[Goal of the exercise] Copy every line of the data that includes the string "text".

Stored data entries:
● ● ● ● ● ● ●

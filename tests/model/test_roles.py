"""The role descriptor and the head letters, written once (duality.model.roles).
Notation as in Varian, Microeconomic Analysis, 3rd ed. (1992), chs. 5–7 (from memory):
c(w, y), π(p, w), e(p, u), v(p, m)."""
from __future__ import annotations

import pytest

import duality as dy
from duality.model.roles import DUAL_KINDS, FUNCTIONS, ROLE_OF, ROLES
from duality.solve.result import KINDS


def test_letters_of_the_duals():
    assert {k: FUNCTIONS[k].letter for k in DUAL_KINDS} == \
        {"cost": "c", "profit": "π", "expenditure": "e", "indirect_utility": "v"}
    assert FUNCTIONS["profit"].code == "pi" and FUNCTIONS["profit"].latex == r"\pi"
    # the derived-function table takes its labels and LaTeX heads from here
    for k in DUAL_KINDS:
        assert KINDS[k] == (FUNCTIONS[k].label, FUNCTIONS[k].latex)


def test_roles_and_their_duals():
    assert ROLE_OF == {"cost": "technology", "profit": "technology",
                       "indirect_utility": "preference", "expenditure": "preference"}
    assert ROLES["technology"].main_function.label == "cost function"
    assert ROLES["preference"].primal_function.letter == "U"


@pytest.mark.parametrize("model, role_level, text", [
    (dy.technology("x1^0.5*x2^0.5", ["x1", "x2"]), "output", "production function y = "),
    (dy.preference("x1*x2", ["x1", "x2"]), "utility level", "utility function u = "),
    (dy.profit_function("p^2/(w1 + w2)", ["w1", "w2"]), "output",
     "profit function π(p, w1, w2) = "),
    (dy.indirect_utility_function("m/(p1 + p2)", ["p1", "p2"]), "utility level",
     "indirect utility function v(p1, p2, m) = "),
])
def test_a_model_describes_itself_from_its_records(model, role_level, text):
    assert model.role_info.level == role_level
    assert model.describe().startswith(text)
    assert model.given.kind == (model.side if model.side != "primal"
                                else model.role_info.primal)
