def test_identical_regressors_make_sur_equal_ols(rng):
    """Zellner (1962): with the same regressors in every equation and no cross-equation
    restrictions, SUR equals equation-by-equation OLS."""
    sm = pytest.importorskip("statsmodels.api")
    model = dy.cost_function(
        "exp(a0 + a1*log(w1) + a2*log(w2) + a3*log(w3) + ay*log(y) + d1*log(w1)*log(y)"
        " + d2*log(w2)*log(y) + d3*log(w3)*log(y))", ["w1", "w2", "w3"], output="y",
        params=dict.fromkeys(["a0", "a1", "a2", "a3", "ay", "d1", "d2", "d3"]))
    n = 300
    ly = rng.normal(0, 1, n)
    e = rng.normal(0, 0.02, (n, 2)) @ np.array([[1, 0.6], [0, 0.8]])
    data = pd.DataFrame({"w1": 1.0, "w2": 1.0, "w3": 1.0, "y": np.exp(ly),
                         "s1": 0.3 + 0.02 * ly + e[:, 0], "s2": 0.5 - 0.01 * ly + e[:, 1]})
    data["s3"] = 1 - data.s1 - data.s2
    X = sm.add_constant(ly)
    for method in ("sur", "iterated"):
        # the cost equation's own parameters and the dropped share's are held fixed
        res = dy.estimate(model, data, equations="shares", impose=False, method=method,
                          shares={"x1": "s1", "x2": "s2", "x3": "s3"}, curvature="none",
                          fixed={"a0": 0, "ay": 1, "a3": 0.2, "d3": 0})
        for s, (a, d) in (("s1", ("a1", "d1")), ("s2", ("a2", "d2"))):
            ref = sm.OLS(data[s], X).fit()
            assert res.params[a] == pytest.approx(ref.params.iloc[0], abs=1e-10)
            assert res.params[d] == pytest.approx(ref.params.iloc[1], abs=1e-10)


def test_generalized_leontief_input_output_equations_recover_parameters(rng):
    truth = {"b11": 0.6, "b12": 0.2, "b22": 0.9}
    model = dy.generalized_leontief_cost(2)
    n = 400
    w = np.exp(rng.normal(0, 0.4, (n, 2)))
    y = np.exp(rng.normal(0, 1, n))
    # Shephard's lemma: x_i / y = b_ii + b_ij (w_j / w_i)^½ (Diewert 1971, from memory)
    x1 = y * (truth["b11"] + truth["b12"] * np.sqrt(w[:, 1] / w[:, 0]) + rng.normal(0, .01, n))
    x2 = y * (truth["b22"] + truth["b12"] * np.sqrt(w[:, 0] / w[:, 1]) + rng.normal(0, .01, n))
    data = pd.DataFrame({"w1": w[:, 0], "w2": w[:, 1], "y": y, "x1": x1, "x2": x2})
    res = dy.estimate(model, data, curvature="none")
    assert [e.name for e in res.system.equations] == ["x1/y", "x2/y"]
    for k, v in truth.items():
        assert res.params[k] == pytest.approx(v, abs=4 * res.std_errors[k])


def test_fixed_parameters_are_reported_as_fixed(nerlove):
    res = dy.estimate(_cobb_douglas_cost(), nerlove, columns={"c": "cost", "q": "output"},
                      fixed={"bk": 0.0})
    assert res.table.loc["bk", "status"] == "fixed"
    assert "bk" not in res.names
    assert res.params["bk"] == 0.0
    text = res.as_text()
    assert "fixed" in text and "s.e. of regression" in text
    assert "\\begin{tabular}" in res.as_latex()
    doc = res.to_dict()
    assert doc["parameters"]["bk"]["status"] == "fixed"
    assert doc["equations"][0]["r_squared"] == pytest.approx(res.equation_fits[0].r_squared)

● ● ● ● ● ● ●

[Exercise answer]
@pytest.mark.parametrize("model, role_level, text", [
def test_a_model_describes_itself_from_its_records(model, role_level, text):
    assert model.describe().startswith(text)
    text = res.as_text()
    assert "fixed" in text and "s.e. of regression" in text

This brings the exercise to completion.